#### Problem to work on
Pull every line holding the word "service" out of the data and copy it.

(Stored data)
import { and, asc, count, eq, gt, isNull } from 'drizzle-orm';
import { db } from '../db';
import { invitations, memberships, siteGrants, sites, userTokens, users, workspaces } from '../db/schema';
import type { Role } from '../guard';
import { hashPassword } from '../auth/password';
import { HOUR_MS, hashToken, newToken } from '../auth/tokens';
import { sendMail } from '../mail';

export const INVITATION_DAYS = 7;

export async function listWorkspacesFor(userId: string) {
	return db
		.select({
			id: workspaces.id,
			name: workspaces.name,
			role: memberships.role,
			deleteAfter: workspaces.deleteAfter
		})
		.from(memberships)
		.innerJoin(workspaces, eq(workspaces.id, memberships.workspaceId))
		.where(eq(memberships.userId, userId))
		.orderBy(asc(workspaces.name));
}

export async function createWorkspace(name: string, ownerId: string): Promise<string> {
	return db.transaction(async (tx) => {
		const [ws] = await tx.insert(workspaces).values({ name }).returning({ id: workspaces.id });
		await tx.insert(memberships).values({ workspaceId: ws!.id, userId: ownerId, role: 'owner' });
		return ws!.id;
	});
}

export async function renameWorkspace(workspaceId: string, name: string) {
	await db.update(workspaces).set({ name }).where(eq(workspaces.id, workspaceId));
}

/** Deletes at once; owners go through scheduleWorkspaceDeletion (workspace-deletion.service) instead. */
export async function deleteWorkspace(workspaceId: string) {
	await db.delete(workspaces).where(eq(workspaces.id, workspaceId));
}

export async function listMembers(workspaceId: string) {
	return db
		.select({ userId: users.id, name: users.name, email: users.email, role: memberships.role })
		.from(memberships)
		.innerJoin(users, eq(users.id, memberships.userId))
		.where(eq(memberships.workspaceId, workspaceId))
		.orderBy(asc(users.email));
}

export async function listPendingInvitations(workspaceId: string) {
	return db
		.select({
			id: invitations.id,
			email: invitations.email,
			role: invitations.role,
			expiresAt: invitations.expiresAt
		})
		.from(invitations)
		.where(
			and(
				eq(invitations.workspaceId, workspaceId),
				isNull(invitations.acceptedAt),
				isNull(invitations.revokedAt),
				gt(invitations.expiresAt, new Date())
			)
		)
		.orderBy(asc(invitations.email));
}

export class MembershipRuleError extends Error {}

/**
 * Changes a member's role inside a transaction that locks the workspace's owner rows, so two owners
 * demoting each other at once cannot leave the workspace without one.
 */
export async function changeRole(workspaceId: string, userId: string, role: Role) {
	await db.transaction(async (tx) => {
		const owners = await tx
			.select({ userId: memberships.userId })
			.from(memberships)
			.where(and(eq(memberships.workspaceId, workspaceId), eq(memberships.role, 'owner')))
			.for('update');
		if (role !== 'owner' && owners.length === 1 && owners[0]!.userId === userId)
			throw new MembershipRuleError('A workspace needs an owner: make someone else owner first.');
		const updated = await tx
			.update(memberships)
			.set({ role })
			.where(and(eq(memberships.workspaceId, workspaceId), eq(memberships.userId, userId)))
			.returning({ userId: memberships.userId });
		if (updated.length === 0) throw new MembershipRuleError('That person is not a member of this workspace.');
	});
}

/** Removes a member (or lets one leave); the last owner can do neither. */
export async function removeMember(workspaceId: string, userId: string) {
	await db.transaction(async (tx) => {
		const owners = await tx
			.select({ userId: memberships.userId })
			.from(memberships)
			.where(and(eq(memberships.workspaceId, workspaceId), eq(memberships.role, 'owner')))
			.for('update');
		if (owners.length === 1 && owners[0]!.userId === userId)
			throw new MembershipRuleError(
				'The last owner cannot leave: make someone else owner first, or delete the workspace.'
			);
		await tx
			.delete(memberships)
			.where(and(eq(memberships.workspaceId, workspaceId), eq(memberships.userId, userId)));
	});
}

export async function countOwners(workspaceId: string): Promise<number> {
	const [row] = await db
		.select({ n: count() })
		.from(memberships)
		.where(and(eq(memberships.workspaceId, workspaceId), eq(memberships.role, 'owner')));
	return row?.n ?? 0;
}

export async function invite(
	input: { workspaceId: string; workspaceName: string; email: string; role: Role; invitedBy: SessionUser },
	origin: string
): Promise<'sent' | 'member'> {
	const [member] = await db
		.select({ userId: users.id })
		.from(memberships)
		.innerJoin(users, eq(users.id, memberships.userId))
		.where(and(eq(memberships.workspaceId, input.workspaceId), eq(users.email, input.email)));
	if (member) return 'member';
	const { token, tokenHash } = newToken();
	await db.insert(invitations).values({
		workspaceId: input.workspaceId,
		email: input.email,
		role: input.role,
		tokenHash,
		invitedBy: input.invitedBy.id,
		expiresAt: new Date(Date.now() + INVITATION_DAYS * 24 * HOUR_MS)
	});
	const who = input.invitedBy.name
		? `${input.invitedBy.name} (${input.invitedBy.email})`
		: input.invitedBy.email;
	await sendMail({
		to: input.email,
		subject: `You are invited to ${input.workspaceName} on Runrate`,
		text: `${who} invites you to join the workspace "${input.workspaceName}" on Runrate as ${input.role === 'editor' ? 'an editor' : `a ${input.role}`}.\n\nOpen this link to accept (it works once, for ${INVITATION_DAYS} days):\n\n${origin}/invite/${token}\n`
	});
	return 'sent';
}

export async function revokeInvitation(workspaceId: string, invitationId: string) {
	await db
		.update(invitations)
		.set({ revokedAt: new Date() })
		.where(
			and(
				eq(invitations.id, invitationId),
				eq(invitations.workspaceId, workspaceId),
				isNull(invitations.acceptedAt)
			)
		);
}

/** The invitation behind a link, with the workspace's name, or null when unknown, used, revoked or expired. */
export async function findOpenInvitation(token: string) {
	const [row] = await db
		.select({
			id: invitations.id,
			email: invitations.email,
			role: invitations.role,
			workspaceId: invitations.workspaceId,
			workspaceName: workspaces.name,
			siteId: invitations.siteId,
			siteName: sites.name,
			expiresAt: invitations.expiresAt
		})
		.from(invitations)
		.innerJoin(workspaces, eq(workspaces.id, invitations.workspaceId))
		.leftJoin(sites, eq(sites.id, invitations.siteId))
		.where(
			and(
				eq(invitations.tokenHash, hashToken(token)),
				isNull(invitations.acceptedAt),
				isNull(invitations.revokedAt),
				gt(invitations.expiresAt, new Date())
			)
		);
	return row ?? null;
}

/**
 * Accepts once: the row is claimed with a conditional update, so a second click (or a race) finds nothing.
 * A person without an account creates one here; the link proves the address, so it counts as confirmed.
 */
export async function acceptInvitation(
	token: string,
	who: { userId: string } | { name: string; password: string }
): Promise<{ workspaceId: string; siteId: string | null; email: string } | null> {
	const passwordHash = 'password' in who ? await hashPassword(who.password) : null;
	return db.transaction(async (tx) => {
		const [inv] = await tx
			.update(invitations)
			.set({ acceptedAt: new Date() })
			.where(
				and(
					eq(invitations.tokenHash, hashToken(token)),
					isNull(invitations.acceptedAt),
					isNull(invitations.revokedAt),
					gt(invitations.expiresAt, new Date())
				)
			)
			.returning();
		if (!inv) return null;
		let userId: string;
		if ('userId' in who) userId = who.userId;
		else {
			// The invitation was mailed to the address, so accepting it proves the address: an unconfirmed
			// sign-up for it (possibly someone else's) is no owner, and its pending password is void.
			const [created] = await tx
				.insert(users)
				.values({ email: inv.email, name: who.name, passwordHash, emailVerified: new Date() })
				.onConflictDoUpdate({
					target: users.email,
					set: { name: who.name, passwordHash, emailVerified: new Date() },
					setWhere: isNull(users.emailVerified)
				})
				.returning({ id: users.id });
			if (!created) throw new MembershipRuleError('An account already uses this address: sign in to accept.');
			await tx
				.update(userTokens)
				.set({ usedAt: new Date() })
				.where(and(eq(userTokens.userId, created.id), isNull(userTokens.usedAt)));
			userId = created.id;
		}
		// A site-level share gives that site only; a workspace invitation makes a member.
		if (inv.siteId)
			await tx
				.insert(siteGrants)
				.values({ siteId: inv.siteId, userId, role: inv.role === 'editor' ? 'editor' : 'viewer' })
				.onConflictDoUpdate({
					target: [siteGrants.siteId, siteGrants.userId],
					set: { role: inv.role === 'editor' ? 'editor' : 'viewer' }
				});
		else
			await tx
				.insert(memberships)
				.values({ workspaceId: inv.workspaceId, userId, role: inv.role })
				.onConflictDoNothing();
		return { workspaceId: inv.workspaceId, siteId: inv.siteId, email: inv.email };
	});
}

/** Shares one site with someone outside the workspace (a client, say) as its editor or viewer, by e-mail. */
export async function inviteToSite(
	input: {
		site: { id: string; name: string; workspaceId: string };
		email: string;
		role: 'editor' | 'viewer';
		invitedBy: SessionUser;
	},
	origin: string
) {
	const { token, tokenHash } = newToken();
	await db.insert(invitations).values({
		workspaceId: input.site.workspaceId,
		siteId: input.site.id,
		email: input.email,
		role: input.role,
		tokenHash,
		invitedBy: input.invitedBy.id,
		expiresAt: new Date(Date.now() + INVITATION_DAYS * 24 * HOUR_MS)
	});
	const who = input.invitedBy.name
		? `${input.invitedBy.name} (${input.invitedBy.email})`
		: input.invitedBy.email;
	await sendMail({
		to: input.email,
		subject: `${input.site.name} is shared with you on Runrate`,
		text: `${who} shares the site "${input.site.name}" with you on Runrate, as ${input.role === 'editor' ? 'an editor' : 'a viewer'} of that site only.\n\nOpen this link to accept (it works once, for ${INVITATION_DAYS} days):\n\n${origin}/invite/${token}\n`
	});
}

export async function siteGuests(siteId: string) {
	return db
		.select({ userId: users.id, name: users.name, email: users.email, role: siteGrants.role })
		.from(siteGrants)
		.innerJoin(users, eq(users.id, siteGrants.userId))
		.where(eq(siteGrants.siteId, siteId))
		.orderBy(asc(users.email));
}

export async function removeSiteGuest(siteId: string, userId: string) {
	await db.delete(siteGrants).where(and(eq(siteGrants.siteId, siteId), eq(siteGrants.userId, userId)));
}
==
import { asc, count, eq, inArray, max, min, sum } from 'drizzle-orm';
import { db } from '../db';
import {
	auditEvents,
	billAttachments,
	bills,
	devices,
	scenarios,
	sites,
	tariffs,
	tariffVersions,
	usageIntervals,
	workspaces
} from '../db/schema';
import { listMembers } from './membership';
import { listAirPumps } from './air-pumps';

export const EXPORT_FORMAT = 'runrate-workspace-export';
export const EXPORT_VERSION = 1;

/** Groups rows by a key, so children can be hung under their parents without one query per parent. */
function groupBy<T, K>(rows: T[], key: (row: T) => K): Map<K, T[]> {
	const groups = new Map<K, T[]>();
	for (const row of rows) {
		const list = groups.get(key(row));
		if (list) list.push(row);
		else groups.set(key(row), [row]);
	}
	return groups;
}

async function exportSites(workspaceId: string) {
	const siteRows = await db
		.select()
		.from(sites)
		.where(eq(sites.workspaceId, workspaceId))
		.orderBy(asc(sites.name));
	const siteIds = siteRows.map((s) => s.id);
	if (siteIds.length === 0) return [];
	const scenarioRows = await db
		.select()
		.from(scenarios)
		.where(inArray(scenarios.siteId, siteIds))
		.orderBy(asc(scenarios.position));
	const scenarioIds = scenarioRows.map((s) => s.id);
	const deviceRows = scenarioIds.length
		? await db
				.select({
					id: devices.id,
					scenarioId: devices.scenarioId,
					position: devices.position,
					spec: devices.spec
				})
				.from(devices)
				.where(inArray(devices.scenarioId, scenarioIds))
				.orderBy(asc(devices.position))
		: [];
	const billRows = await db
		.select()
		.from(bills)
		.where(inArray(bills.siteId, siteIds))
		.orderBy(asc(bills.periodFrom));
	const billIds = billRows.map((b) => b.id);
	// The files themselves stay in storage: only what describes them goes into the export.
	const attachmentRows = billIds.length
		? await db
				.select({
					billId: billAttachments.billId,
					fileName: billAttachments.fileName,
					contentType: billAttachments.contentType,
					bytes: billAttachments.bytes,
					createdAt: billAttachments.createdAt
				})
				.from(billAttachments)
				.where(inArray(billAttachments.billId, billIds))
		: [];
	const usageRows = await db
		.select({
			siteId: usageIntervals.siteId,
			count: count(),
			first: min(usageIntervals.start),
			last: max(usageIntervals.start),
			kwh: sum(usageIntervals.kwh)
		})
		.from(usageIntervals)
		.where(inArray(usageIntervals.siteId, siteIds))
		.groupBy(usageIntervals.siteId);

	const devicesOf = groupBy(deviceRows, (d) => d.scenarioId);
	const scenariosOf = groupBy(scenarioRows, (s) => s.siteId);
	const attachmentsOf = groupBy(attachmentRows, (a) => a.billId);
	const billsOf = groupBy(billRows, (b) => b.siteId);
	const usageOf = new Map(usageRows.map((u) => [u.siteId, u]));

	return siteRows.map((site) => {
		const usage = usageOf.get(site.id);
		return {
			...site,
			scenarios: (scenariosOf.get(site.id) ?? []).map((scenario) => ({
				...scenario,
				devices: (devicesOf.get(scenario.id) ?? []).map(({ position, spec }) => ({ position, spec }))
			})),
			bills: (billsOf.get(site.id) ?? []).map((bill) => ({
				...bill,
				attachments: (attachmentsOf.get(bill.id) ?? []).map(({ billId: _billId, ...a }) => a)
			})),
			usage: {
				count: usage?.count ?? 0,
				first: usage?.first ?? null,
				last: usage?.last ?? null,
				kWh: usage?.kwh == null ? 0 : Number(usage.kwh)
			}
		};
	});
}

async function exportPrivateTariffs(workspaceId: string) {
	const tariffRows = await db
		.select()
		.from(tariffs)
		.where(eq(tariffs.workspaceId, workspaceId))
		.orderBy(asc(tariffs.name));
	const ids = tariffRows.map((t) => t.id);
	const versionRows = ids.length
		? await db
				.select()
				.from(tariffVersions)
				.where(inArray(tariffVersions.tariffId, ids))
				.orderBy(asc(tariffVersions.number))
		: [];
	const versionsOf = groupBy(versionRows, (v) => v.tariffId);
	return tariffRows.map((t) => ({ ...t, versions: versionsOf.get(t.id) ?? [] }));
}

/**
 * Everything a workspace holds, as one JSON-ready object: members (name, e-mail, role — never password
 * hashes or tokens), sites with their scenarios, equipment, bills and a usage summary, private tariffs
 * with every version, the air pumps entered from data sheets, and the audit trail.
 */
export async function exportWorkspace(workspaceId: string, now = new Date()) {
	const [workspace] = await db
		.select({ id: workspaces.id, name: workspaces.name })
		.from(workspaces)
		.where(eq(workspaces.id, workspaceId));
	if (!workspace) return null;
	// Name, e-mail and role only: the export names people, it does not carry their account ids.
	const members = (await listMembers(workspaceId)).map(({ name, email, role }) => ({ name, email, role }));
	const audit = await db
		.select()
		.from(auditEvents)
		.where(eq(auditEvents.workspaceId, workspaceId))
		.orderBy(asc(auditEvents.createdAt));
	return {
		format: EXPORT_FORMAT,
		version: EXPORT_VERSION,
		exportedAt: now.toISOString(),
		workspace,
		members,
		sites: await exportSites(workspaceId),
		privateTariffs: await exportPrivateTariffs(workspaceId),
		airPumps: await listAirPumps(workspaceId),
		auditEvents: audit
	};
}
==
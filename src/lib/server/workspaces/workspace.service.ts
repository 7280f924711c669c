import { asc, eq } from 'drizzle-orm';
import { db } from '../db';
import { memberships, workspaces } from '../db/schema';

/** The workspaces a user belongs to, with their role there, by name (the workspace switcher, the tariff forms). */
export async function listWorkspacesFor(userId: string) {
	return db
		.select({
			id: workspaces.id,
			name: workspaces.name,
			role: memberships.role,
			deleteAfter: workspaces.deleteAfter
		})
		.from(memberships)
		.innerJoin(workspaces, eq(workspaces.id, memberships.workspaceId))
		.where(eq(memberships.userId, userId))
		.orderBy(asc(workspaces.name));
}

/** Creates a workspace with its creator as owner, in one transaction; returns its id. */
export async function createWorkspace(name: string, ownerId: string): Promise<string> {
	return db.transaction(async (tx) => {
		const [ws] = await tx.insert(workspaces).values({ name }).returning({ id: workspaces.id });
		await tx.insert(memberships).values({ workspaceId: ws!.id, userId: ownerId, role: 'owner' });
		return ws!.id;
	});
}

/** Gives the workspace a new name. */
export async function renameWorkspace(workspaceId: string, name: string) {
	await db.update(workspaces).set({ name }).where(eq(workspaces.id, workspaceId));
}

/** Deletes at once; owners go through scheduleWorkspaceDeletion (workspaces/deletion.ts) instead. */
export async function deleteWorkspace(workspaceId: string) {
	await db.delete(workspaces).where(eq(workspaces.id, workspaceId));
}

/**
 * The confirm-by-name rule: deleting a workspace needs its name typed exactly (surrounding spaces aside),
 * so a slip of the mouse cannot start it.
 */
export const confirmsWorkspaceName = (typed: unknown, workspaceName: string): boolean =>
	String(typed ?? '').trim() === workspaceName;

#### Expected answer
/** Deletes at once; owners go through scheduleWorkspaceDeletion (workspace-deletion.service) instead. */
filename src/lib/server/workspaces/workspace.service.ts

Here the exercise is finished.